# White specks on leather steering wheel



## BrummyPete (Jun 10, 2010)

Hi all have recently took delivery of a new car and have white specks on the steering wheel now if I gently use my nail I can remove them but there is quite a lot, any way of safety removing them as the wheel is smooth leather and don't want to damage it, suggestions welcome









Sent from my SM-G930F using Tapatalk


----------



## graham1970 (Oct 7, 2012)

Let the dealership sought it out!

Sent from my D5803 using Tapatalk


----------



## BrummyPete (Jun 10, 2010)

graham1970 said:


> Let the dealership sought it out!
> 
> Sent from my D5803 using Tapatalk


I was going to ask but this dealer told me that it would only take a couple of hours to pop a ceramic coating on so rather trust myself to do the job properly

Sent from my SM-G930F using Tapatalk


----------



## graham1970 (Oct 7, 2012)

It's warranty work,if they **** it up your entitled to a replacement wheel,if you **** it up your not!! Lol

Sent from my D5803 using Tapatalk


----------



## Soul boy 68 (Sep 8, 2013)

Have to agree, your car is brand new and under warranty, let the dealership sort it out. What car do you have by the way? pictures please, we like nice new cars on here.  :car:


----------



## neilmcl (Mar 26, 2010)

Try using a slightly damp MF. If it doesn't shift them then definitely get the dealer to sort it out.


----------



## BrummyPete (Jun 10, 2010)

Sorry should have said new to me, it's a 65 plate mazda cx5, it's only done 9000 miles so almost new lol 

Sent from my SM-G930F using Tapatalk


----------



## neilmcl (Mar 26, 2010)

BrummyPete said:


> Sorry should have said new to me, it's a 65 plate mazda cx5, it's only done 9000 miles so almost new lol
> 
> Sent from my SM-G930F using Tapatalk


Well that's a different case entirely as it could have been like that when you viewed and purchased the car. However, and I'm assuming it's an approved used car, then it still maybe worth speaking to the dealer anyway.
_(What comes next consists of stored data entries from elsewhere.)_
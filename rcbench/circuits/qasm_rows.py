"""Rows of a circuit from the calls of a program, and the finished circuit."""

from __future__ import annotations

import itertools
from collections.abc import Callable, Sequence
from dataclasses import dataclass, field

import numpy as np

from rcbench.circuits import qasm_matrices
from rcbench.circuits.circuit import Circuit
from rcbench.circuits.gates import CODE
from rcbench.circuits.qasm_expressions import ExpressionError
from rcbench.circuits.qasm_gates import EXPAND, RECOGNISE, Gate
from rcbench.circuits.qasm_layers import PARTIAL, layers_of, time_keys
from rcbench.errors import InputError

MAX_ROWS = 2_000_000
MAX_WORK = 20_000_000  # elementary gates times parameter sets, over all gates whose matrices must be worked out


@dataclass(slots=True)
class _Group:
    """Calls of one gate whose matrices are worked out together.

    known: place of each parameter set; statements: where it was first asked for; rows: row and parameter set.
    """

    gate: Gate
    known: dict[tuple[float, ...], int] = field(default_factory=dict)
    statements: list[int] = field(default_factory=list)
    rows: list[tuple[int, int]] = field(default_factory=list)


class Rows:
    """Collects rows. rows: (code, qubit, second qubit) of each; first: place of its parameters, -1 for none."""

    def __init__(self) -> None:
        self.rows: list[tuple[int, int, int]] = []
        self.first: list[int] = []
        self.parameters: list[float] = []
        self.measured: dict[int, int] = {}  # bit of each qubit
        self.statement = 0  # being read
        self.work = 0
        self._partial: dict[int, Sequence[int]] = {}
        self._groups: dict[str, _Group] = {}
        self._before_measurement = 0  # rows so far at the first measurement
        self._used: set[int] = set()
        self._looked_at = 0

    def spend(self, work: int) -> None:
        """Count what a program asks for, so that a short text cannot ask for too much."""
        self.work += work
        if self.work > MAX_ROWS:
            raise InputError(
                "program", f"more than {MAX_ROWS} gates", f"at most {MAX_ROWS} gates on single qubits or pairs"
            )

    def add(self, code: int, qubits: Sequence[int], values: Sequence[float] = ()) -> None:
        """One row."""
        self.rows.append((code, qubits[0], qubits[1] if len(qubits) > 1 else -1))
        self.first.append(len(self.parameters) if values else -1)
        self.parameters += values

    def call(self, gate: Gate, values: Sequence[float], qubits: Sequence[int]) -> None:
        """The rows of one call.

        Raises:
            InputError: a qubit that was measured before, or more rows than MAX_ROWS.
        """
        self.spend(1)
        if self.measured:
            for qubit in qubits:
                if qubit in self.measured:
                    raise InputError(gate.name, f"a gate after the measurement of qubit {qubit}", "measurements last")
        plan = gate.plan
        if plan.code >= 0:
            self.add(plan.code, qubits, plan.angles(values) if plan.angles else values)
        elif plan.code == RECOGNISE:
            self.recognise(gate, values, qubits)
        elif plan.code == EXPAND:
            known = dict(zip(plan.names, values, strict=True))
            for call in plan.body:
                self.call(
                    call.gate,
                    [expression.value(known) for expression in call.parameters],
                    [qubits[place] for place in call.places],
                )

    def recognise(self, gate: Gate, values: Sequence[float], qubits: Sequence[int]) -> None:
        """One row whose kind and angles are worked out at the end, with those of all calls of the same gate."""
        group = self._groups.get(gate.name)
        if group is None:
            group = self._groups[gate.name] = _Group(gate)
        place = group.known.setdefault(tuple(values), len(group.known))
        if place == len(group.statements):
            group.statements.append(self.statement)
        group.rows.append((len(self.rows), place))
        self.add(RECOGNISE, qubits)

    def barrier(self, qubits: Sequence[int] | None) -> None:
        """A barrier on some qubits, or on all."""
        self.spend(len(qubits) if qubits is not None else 1)
        if qubits is not None:
            self._partial[len(self.rows)] = qubits
        self.add(CODE["barrier"] if qubits is None else PARTIAL, (-1,))

    def measure(self, qubit: int, bit: int) -> None:
        """A final measurement.

        Raises:
            InputError: a qubit measured before.
        """
        if qubit in self.measured:
            raise InputError("measure", f"qubit {qubit} twice", "one measurement of each qubit, at the end")
        if not self.measured:
            self._before_measurement = len(self.rows)
        self.measured[qubit] = bit

    def reset(self, qubit: int) -> None:
        """A reset of a qubit that nothing has acted on.

        Raises:
            InputError: a reset after a gate or a measurement.
        """
        self.spend(1)
        for row in self.rows[self._looked_at :]:
            self._used.update(row[1:])
        self._looked_at = len(self.rows)
        if qubit in self._used or qubit in self.measured:
            raise InputError("reset", f"qubit {qubit} after a gate or measurement", "resets before the first gate only")
        self.add(CODE["reset"], (qubit,))
        self._looked_at = len(self.rows)  # a second reset of a fresh qubit is no fault

    def circuit(self, n_qubits: int, where: Callable[[int], str]) -> Circuit:
        """The finished circuit; where: file and line of a statement, for errors in gates worked out last."""
        self._work_out(where)
        while (
            len(self.rows) > self._before_measurement
            and self.measured
            and self.rows[-1][0] in (CODE["barrier"], PARTIAL)
        ):
            del self.rows[-1], self.first[-1]  # nothing follows it but measurements
        order, layer = layers_of(time_keys(n_qubits, self.rows, self._partial))
        table = np.fromiter(itertools.chain.from_iterable(self.rows), np.int32, 3 * len(self.rows)).reshape(-1, 3)
        table = np.column_stack((table, np.array(self.first, dtype=np.int32)))[order]
        seen = table[:, 0] != PARTIAL
        table, layer = table[seen], layer[seen]
        layer = np.cumsum(np.diff(layer, prepend=layer[:1]) != 0)
        bits = sorted(self.measured, key=self.measured.__getitem__)
        last = [(CODE["measure"], qubit, bit, -1) for bit, qubit in enumerate(bits)]
        after = int(layer[-1]) + 1 if len(layer) else 0
        table = np.concatenate((table, np.array(last, dtype=np.int32).reshape(-1, 4)))
        arrays = (
            np.concatenate((layer, np.full(len(last), after))).astype(np.int32),
            np.ascontiguousarray(table[:, 0]),
            np.ascontiguousarray(table[:, 1:3]),
            np.ascontiguousarray(table[:, 3]),
            np.array(self.parameters, dtype=np.float64),
        )
        for array in arrays:
            array.flags.writeable = False
        return Circuit(n_qubits, *arrays)

    def _work_out(self, where: Callable[[int], str]) -> None:
        """Find kind and angles of the calls whose matrices must be worked out."""
        work = 0
        for group in self._groups.values():
            work += group.gate.cost * (len(group.known) + 20)
            if work > MAX_WORK:
                found = f"{group.gate.cost} gates behind each call"
                raise InputError(f"gate {group.gate.name}", found, "simpler definitions", where(group.statements[0]))
            try:
                matrices = group.gate.matrices(np.array(list(group.known)).reshape(len(group.known), -1))
            except ExpressionError as error:
                problem = InputError(f"gate {group.gate.name}", error.found, error.allowed)
                raise problem.at(where(group.statements[error.row])) from None
            codes, parameters = qasm_matrices.recognise(matrices)
            values = [
                qasm_matrices.row_parameters(code, row) for code, row in zip(codes.tolist(), parameters, strict=True)
            ]
            for row, place in group.rows:
                self.rows[row] = (int(codes[place]), *self.rows[row][1:])
                if values[place]:
                    self.first[row] = len(self.parameters)
                    self.parameters += values[place]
I'd still give it a go at trying to remove it with a damp mf cloth, although just wipe rather than rub. To me it looks a bit like polish, possibly glass polish, residue, maybe the last owner used Autoglym EGP to clean the windscreen.


----------



## Cookies (Dec 10, 2008)

Looks a bit like paint to me chum. I'd say the dealer won't be interested tbh if it's a used car. Try some dedicated leather cleaner - LTT sell a great kit. It's worth investing in something good for the steering wheel as it's one of the few bits of the car you're constantly in contact with. 

Hooe you get sorted. 

Cooks 

Sent from my D6603 using Tapatalk


----------



## BrummyPete (Jun 10, 2010)

I've managed to remove the spots with a very diluted apc, just ordered the ltt kit so hopefully that will do the job of keeping the leather clean

Sent from my SM-G930F using Tapatalk


----------



## chongo (Jun 7, 2014)

APC is one of the best leather car seat cleaner to use.


----------



## ah234 (Nov 10, 2015)

I had something like that a while back (long while back), all over the passenger seat and armrest. Remember using gliptone and nothing happening, then used Dr Learher wipes which shifted em after a couple of hits.
no clue what it was but white specks everywhere


----------



## James_R (Jun 28, 2007)

I've used a weak solution of Bilt Hamber Surfex HD (APC) and it worked a treat.

Protected with LTT Auto Ultra Protect


----------